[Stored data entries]
------------------------------
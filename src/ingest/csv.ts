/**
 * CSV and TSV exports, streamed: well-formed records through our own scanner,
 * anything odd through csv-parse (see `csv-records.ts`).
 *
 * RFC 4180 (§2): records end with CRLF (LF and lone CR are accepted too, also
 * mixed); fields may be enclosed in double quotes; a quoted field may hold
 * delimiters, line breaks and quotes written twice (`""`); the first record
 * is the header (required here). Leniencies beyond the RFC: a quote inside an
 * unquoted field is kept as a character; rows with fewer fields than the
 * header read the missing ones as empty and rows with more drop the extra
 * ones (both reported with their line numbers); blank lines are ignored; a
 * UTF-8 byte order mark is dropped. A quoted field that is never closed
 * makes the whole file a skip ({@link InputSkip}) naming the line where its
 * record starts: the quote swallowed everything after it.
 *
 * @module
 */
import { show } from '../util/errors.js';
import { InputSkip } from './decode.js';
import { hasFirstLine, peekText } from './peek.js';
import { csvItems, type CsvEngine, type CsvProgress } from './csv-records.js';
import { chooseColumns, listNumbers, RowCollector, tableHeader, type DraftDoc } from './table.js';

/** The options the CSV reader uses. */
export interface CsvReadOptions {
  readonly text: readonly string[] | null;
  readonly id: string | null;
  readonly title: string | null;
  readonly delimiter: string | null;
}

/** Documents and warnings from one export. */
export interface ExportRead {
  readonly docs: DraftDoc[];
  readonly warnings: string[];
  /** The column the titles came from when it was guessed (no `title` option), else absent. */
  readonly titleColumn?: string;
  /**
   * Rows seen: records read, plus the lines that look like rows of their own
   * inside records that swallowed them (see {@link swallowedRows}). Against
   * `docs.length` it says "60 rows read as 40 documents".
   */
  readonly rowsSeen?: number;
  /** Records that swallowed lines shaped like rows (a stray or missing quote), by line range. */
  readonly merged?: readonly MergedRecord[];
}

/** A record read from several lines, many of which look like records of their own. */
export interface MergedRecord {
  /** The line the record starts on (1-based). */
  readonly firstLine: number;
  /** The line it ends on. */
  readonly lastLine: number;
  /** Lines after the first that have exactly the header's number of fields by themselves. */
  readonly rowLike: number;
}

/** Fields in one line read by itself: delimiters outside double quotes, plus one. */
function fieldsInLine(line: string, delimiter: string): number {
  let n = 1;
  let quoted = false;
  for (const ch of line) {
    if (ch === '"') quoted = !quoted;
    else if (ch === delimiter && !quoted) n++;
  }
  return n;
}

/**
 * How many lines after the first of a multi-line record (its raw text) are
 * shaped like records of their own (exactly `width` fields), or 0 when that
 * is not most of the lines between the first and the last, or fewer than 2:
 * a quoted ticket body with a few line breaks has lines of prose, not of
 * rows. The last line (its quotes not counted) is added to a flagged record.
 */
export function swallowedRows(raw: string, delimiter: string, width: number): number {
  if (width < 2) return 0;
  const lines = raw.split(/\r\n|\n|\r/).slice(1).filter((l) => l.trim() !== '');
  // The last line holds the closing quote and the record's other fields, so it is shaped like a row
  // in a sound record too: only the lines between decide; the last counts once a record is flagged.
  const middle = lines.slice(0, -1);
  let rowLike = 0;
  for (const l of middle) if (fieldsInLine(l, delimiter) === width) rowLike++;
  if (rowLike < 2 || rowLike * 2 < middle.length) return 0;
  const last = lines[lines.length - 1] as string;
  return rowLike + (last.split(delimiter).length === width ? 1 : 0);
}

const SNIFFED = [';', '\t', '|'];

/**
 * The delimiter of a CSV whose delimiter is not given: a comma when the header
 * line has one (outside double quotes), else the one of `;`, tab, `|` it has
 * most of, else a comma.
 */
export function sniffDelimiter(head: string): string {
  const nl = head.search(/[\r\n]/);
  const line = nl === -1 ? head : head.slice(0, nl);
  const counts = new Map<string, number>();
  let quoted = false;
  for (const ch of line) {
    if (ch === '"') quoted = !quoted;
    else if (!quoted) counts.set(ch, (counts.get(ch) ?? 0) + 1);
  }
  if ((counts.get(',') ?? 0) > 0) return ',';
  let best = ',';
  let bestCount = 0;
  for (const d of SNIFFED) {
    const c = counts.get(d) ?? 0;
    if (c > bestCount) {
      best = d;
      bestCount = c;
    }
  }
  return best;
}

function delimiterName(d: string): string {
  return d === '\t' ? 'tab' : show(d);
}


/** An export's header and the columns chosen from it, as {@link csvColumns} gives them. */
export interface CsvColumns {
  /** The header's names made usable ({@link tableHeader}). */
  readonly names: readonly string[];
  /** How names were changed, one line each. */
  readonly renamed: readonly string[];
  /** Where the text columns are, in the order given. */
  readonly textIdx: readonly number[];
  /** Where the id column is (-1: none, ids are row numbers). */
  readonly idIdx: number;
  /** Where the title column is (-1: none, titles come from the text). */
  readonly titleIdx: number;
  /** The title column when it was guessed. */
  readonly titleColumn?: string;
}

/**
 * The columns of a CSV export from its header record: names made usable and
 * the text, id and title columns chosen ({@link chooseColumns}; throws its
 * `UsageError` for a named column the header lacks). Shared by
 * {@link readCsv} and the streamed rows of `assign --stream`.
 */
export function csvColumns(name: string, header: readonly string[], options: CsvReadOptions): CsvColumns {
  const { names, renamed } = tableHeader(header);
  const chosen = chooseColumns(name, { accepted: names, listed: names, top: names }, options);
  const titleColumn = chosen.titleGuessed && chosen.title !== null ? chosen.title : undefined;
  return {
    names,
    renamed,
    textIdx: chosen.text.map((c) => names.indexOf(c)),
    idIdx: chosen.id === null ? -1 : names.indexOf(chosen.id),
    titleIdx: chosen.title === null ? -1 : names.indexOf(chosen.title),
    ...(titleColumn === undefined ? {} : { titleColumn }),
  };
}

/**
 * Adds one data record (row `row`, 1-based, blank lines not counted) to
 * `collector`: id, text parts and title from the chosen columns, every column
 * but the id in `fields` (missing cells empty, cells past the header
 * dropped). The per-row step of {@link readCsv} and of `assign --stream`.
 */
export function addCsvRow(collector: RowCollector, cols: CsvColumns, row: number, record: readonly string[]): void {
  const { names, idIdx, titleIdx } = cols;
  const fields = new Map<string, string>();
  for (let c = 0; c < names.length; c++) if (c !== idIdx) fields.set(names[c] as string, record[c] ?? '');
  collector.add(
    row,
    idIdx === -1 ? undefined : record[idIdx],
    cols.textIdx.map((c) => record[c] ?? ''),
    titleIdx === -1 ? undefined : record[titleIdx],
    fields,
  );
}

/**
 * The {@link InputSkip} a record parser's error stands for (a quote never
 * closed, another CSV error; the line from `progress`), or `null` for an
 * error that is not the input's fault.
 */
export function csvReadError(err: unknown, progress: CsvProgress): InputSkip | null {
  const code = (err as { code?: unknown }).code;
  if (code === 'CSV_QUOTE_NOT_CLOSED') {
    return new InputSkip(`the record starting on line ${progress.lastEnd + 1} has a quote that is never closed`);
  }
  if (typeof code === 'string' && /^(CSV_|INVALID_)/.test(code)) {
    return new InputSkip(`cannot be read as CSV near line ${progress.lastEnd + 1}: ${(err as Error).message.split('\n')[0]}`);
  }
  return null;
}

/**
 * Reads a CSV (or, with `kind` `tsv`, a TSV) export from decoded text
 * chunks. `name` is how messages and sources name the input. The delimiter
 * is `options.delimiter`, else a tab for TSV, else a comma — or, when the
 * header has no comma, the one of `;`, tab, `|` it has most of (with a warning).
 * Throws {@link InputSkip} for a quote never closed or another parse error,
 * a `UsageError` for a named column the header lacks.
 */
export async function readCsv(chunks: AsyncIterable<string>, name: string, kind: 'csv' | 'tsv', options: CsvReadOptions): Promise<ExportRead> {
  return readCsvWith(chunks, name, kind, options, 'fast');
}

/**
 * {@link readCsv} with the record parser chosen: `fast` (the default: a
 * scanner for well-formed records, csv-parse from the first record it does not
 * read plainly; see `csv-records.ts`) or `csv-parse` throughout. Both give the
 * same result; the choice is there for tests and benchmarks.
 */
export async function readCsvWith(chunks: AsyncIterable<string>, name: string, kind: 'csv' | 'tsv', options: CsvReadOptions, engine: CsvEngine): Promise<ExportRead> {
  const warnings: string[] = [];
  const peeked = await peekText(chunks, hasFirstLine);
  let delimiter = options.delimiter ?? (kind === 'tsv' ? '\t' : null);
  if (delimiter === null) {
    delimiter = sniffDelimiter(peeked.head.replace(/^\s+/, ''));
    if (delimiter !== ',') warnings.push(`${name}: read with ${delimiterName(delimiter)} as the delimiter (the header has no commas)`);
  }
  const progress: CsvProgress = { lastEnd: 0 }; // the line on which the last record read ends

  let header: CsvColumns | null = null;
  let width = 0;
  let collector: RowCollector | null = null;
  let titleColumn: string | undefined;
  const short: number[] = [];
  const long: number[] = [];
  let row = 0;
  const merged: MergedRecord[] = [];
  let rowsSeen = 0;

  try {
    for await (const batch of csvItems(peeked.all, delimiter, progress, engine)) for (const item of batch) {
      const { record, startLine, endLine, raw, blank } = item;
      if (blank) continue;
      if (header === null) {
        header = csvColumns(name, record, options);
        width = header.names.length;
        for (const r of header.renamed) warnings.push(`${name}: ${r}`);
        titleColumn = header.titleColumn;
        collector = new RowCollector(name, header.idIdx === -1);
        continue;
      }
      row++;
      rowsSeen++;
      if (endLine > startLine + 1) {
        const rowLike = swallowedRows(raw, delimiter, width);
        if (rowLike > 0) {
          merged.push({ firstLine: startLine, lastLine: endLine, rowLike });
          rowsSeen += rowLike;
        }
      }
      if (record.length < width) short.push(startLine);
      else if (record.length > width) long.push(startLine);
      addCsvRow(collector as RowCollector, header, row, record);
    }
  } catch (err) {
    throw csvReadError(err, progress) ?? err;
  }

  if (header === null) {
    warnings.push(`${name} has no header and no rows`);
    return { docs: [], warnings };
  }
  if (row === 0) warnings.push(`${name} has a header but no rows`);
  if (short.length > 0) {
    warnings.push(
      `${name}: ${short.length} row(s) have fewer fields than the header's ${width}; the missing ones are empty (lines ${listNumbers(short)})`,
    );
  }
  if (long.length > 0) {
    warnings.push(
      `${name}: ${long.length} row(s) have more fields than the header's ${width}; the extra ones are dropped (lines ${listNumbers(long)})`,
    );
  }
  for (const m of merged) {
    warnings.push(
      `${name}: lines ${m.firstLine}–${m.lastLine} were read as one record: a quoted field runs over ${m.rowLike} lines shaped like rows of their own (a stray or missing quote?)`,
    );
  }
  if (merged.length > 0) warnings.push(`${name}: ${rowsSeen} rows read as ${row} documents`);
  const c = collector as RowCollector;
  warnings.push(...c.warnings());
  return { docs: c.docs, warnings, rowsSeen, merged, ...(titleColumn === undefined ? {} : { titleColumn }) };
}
------------------------------
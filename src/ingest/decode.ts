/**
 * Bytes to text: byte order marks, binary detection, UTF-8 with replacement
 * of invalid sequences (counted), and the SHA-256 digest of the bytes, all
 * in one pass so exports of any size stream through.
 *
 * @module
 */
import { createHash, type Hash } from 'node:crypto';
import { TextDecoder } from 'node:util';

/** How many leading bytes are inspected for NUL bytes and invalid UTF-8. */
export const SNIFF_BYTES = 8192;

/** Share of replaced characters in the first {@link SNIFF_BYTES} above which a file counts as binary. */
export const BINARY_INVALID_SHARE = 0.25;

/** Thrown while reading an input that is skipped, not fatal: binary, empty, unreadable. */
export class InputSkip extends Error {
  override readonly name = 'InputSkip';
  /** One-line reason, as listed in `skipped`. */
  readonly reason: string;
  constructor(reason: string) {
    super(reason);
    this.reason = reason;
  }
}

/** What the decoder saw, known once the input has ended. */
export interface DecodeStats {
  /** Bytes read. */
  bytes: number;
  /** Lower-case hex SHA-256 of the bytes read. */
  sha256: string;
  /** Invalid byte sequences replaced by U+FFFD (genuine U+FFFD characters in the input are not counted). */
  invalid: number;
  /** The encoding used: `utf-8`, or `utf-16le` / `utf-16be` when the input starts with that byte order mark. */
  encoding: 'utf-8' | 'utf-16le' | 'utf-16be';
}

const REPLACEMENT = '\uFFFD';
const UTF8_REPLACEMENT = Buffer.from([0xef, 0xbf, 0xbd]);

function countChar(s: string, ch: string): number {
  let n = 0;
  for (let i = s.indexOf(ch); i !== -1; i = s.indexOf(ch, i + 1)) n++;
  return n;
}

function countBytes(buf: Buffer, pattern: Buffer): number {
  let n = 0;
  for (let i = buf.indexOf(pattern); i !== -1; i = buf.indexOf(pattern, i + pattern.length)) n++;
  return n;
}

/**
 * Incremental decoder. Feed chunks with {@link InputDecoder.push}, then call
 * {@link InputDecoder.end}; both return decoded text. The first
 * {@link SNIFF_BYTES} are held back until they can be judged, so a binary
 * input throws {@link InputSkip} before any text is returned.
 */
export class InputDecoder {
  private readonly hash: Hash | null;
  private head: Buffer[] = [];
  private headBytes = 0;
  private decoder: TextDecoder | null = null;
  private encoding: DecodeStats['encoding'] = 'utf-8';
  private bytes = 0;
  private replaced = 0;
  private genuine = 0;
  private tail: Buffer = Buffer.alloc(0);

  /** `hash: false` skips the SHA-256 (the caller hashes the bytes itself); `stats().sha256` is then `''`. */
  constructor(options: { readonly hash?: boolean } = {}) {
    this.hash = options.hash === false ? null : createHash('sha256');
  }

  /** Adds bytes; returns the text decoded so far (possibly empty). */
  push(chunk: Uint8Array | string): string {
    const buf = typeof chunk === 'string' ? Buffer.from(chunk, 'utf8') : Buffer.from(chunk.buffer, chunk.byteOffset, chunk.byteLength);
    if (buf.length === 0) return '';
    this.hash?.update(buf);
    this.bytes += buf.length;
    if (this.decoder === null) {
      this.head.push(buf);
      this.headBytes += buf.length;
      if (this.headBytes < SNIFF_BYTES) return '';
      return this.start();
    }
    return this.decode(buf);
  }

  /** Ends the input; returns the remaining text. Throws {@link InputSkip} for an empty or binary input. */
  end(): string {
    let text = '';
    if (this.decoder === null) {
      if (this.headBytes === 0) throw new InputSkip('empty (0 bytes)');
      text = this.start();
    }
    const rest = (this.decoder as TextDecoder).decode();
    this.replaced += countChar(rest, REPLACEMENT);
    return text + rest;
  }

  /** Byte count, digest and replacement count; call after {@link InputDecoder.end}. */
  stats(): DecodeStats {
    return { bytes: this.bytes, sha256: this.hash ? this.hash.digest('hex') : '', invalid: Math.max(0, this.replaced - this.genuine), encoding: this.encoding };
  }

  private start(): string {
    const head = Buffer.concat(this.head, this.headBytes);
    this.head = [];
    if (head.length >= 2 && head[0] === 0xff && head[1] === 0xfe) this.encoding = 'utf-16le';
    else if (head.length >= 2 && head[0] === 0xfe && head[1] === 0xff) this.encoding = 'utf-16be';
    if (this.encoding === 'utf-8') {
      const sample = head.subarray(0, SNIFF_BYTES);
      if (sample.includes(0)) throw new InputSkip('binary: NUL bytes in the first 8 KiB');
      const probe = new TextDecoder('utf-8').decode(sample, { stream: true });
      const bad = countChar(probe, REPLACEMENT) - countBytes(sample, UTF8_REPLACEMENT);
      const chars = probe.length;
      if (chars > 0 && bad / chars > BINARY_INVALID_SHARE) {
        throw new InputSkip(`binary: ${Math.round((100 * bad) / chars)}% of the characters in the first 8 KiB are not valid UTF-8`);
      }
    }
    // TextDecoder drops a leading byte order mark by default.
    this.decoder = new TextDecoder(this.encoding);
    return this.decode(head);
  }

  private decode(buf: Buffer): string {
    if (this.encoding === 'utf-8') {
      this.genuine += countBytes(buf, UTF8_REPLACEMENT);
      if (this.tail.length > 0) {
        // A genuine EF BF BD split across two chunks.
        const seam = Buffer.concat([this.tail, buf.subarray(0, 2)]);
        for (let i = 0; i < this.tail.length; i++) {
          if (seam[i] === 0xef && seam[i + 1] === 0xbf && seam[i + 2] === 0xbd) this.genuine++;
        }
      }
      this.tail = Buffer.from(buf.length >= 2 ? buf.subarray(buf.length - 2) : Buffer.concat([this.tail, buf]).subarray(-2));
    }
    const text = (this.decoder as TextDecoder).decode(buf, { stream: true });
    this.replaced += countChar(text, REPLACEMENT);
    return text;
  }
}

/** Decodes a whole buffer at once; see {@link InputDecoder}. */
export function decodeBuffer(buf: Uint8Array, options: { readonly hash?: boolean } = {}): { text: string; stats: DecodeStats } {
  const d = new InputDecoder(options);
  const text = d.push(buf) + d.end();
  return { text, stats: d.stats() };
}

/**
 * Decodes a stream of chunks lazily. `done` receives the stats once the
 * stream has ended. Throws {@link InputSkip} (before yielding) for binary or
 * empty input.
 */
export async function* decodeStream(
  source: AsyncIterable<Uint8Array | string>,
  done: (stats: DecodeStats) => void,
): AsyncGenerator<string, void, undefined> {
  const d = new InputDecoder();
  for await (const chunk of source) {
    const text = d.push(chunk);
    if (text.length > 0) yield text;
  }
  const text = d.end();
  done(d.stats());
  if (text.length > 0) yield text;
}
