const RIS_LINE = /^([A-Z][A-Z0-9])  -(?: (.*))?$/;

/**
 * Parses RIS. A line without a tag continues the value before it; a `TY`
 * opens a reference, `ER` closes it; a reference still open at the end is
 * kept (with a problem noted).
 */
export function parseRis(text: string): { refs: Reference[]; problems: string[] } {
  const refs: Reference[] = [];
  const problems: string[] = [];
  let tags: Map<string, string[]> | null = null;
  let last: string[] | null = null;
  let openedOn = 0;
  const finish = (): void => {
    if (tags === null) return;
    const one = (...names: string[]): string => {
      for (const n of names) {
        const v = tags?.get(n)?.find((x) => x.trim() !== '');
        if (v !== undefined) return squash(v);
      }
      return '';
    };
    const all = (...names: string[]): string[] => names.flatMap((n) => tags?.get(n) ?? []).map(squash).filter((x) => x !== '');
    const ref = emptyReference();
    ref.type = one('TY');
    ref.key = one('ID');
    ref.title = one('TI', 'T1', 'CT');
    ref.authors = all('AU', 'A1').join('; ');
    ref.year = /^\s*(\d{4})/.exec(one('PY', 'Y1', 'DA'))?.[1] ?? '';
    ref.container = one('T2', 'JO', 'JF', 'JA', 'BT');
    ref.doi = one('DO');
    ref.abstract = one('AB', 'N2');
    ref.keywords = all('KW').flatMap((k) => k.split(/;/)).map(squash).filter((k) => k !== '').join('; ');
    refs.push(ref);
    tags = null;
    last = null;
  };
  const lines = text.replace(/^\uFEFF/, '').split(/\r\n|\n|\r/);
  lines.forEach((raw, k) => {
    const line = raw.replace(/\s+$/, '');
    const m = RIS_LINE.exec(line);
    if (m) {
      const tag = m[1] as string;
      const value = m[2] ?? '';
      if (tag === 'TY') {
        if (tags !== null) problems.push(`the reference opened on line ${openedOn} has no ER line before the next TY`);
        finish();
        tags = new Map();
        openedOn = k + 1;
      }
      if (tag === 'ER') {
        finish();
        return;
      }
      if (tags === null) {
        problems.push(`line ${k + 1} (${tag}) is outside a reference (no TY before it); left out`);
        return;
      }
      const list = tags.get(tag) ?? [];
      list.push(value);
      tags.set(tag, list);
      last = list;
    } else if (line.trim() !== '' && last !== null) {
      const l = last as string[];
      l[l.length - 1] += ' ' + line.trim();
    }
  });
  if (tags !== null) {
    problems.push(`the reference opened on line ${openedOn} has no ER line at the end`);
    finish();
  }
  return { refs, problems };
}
------------------------------
What you will do
In the data above, find the line that contains "const last = lines[lines.length" and the line that contains "readonly idIdx: number;". Repeat exactly those lines and every line between them, and only those.

Response below
  const last = lines[lines.length - 1] as string;
  return rowLike + (last.split(delimiter).length === width ? 1 : 0);
}

const SNIFFED = [';', '\t', '|'];

/**
 * The delimiter of a CSV whose delimiter is not given: a comma when the header
 * line has one (outside double quotes), else the one of `;`, tab, `|` it has
 * most of, else a comma.
 */
export function sniffDelimiter(head: string): string {
  const nl = head.search(/[\r\n]/);
  const line = nl === -1 ? head : head.slice(0, nl);
  const counts = new Map<string, number>();
  let quoted = false;
  for (const ch of line) {
    if (ch === '"') quoted = !quoted;
    else if (!quoted) counts.set(ch, (counts.get(ch) ?? 0) + 1);
  }
  if ((counts.get(',') ?? 0) > 0) return ',';
  let best = ',';
  let bestCount = 0;
  for (const d of SNIFFED) {
    const c = counts.get(d) ?? 0;
    if (c > bestCount) {
      best = d;
      bestCount = c;
    }
  }
  return best;
}

function delimiterName(d: string): string {
  return d === '\t' ? 'tab' : show(d);
}


/** An export's header and the columns chosen from it, as {@link csvColumns} gives them. */
export interface CsvColumns {
  /** The header's names made usable ({@link tableHeader}). */
  readonly names: readonly string[];
  /** How names were changed, one line each. */
  readonly renamed: readonly string[];
  /** Where the text columns are, in the order given. */
  readonly textIdx: readonly number[];
  /** Where the id column is (-1: none, ids are row numbers). */
  readonly idIdx: number;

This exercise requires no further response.